Transcription
When you submit audio to Veronese, it goes through an automatic pipeline that produces an editable transcript. Here’s what happens.
The pipeline
Section titled “The pipeline”- Normalize — Your audio is converted to a clean format regardless of the original file type (MP3, M4A, video files, etc.).
- Transcribe — The audio is processed by an AI speech-to-text model.
- Store — Two versions of the transcript are saved:
- Raw text — the unedited machine output, preserved exactly as produced.
- Editable content — your working copy, seeded from the raw text and ready to edit.

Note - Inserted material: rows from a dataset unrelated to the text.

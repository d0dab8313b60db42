// What a lifetime fit costs, priced from the request's shape before anything
// is allocated, in floating-point operations (a plain number for the cost
// model). An upper estimate: every Newton iteration up to the cap is paid
// for, each one derivative pass (per-row contributions, then the gradient
// and the Hessian's p(p+1)/2 + p + 1 sums) and two likelihood passes for the
// line search, plus the least-squares start. Per-row costs of a contribution
// are counted in flop-equivalents of its special functions (a log, exp or
// erfc counted as 20): a location-scale row about 100, a censored gamma row
// about 2,000 (its incomplete gamma series or continued fraction with their
// shape derivatives, ~60 terms of ~30 operations).
import { DEFAULT_MAX_ITERATIONS } from './options.ts';
import type { DistributionName } from './distributions.ts';
import { TURNBULL_MAX_ITERATIONS } from './nonparametric/turnbull.ts';
import { PICTURE_GROUPS, PICTURE_POINTS } from './life-picture.ts';

export interface LifetimeShape {
  rows: number;
  /** Design columns of the location, the intercept included. */
  designColumns: number;
  distribution: DistributionName;
  /** The Newton–Raphson cap (options.maxIterations); 50 by default. */
  maxIterations?: number;
  /** Rows that are not exact failures; all rows when unknown (the dearer bound). */
  censoredRows?: number;
}

// First counted at ~100 (a few special functions at 20 each); timed in
// scripts/bench-pricing.ts (one iteration of a Weibull or lognormal AFT fit
// on 20,000 rows, a busy shared machine) a row's iteration costs about six
// times that count against the other kinds' rate, so 600. The exact gamma
// row (log-gamma and digamma of the shape) is taken as the same.
const LOCATION_SCALE_ROW = 600;
const GAMMA_EXACT_ROW = 600;
const GAMMA_CENSORED_ROW = 2_000;
/** Two starts may be tried (fit-lifetime.ts). */
const STARTS = 2;

export function priceLifetime(shape: LifetimeShape): number {
  const n = Math.max(0, shape.rows);
  const p = Math.max(1, shape.designColumns);
  const cap = shape.maxIterations ?? DEFAULT_MAX_ITERATIONS;
  const censored = Math.min(n, shape.censoredRows ?? n);
  const perRow = shape.distribution === 'gamma'
    ? (GAMMA_EXACT_ROW * (n - censored) + GAMMA_CENSORED_ROW * censored) / Math.max(n, 1)
    : LOCATION_SCALE_ROW;
  const locations = 2 * p;
  const derivativePass = n * (perRow + locations + 2 * ((p * (p + 1)) / 2 + 2 * p + 2));
  const valuePass = n * (perRow + locations);
  const leastSquares = 10 * n * p * p;
  return leastSquares + STARTS * cap * (derivativePass + 2 * valuePass);
}

/**
 * The nonparametric estimate for a picture: Kaplan–Meier is a sort and one
 * pass; Turnbull's EM pays up to its iteration cap, each iteration about 12
 * operations per row and innermost interval (at most one per row).
 */
export function priceNonparametric(shape: { rows: number; leftOrIntervalCensored: boolean }): number {
  const n = Math.max(1, shape.rows);
  if (!shape.leftOrIntervalCensored) return 30 * n * Math.log2(n + 1);
  return 30 * n * Math.log2(n + 1) + TURNBULL_MAX_ITERATIONS * 12 * 2 * n;
}

/**
 * Values at new rows (life-predictions.ts): the prediction rows' design
 * (built with the data's rows, as for least squares), then per row and
 * value one quantile or survival function (a gamma percentile about five
 * incomplete gamma evaluations) and a quadratic form in the covariance.
 */
export function priceLifePredictions(shape: { rows: number; designColumns: number; predictionRows: number; valuesPerRow: number; distribution: DistributionName }): number {
  const m = Math.max(0, shape.predictionRows);
  if (m === 0) return 0;
  const d = Math.max(1, shape.designColumns) + 1;
  const perValue = (shape.distribution === 'gamma' ? 5 * GAMMA_CENSORED_ROW : LOCATION_SCALE_ROW) + 2 * d * d;
  return 4 * (shape.rows + m) * d + m * (Math.max(1, shape.valuesPerRow) * perValue + 2 * d * d);
}

/**
 * The life-data picture stored with a comparison (life-picture.ts): the
 * nonparametric estimate once, then each model's curve — a sort of its
 * rows' locations and PICTURE_POINTS times × at most PICTURE_GROUPS
 * locations, each a distribution function at the cost of a censored row.
 */
export function priceLifePicture(shape: { rows: number; models: number; gammaModels: number; leftOrIntervalCensored: boolean }): number {
  const n = Math.max(1, shape.rows);
  const groups = Math.min(n, PICTURE_GROUPS);
  const perModel = 2 * n * Math.log2(n + 1) + PICTURE_POINTS * groups * LOCATION_SCALE_ROW;
  const perGamma = PICTURE_POINTS * groups * (GAMMA_CENSORED_ROW - LOCATION_SCALE_ROW);
  return priceNonparametric({ rows: n, leftOrIntervalCensored: shape.leftOrIntervalCensored }) + shape.models * perModel + shape.gammaModels * perGamma;
}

- Notify — You receive an email when the transcript is ready.
Episode states
Section titled “Episode states”You can track progress in real time on your dashboard or via the API:
| State | What’s happening |
|---|---|
ingesting | Audio is being downloaded or prepared |
transcribing | AI model is processing the audio |
ready | Transcript is complete — open it to start editing |
failed | Something went wrong — check the episode for details |
Accuracy
Section titled “Accuracy”Transcription accuracy depends on audio quality. For best results:
- Use a microphone close to the speaker
- Minimize background noise
- Avoid very low bitrate audio (< 64 kbps)
Supported formats
Section titled “Supported formats”Any audio or video format is accepted — Veronese normalizes it automatically before transcribing. Common formats: MP3, M4A, WAV, OGG, FLAC, MP4, MOV, WebM.
Processing time
Section titled “Processing time”Typical transcription takes 1–3× the audio duration for short clips, and faster proportionally for longer recordings. A 10-minute recording usually completes in 1–3 minutes.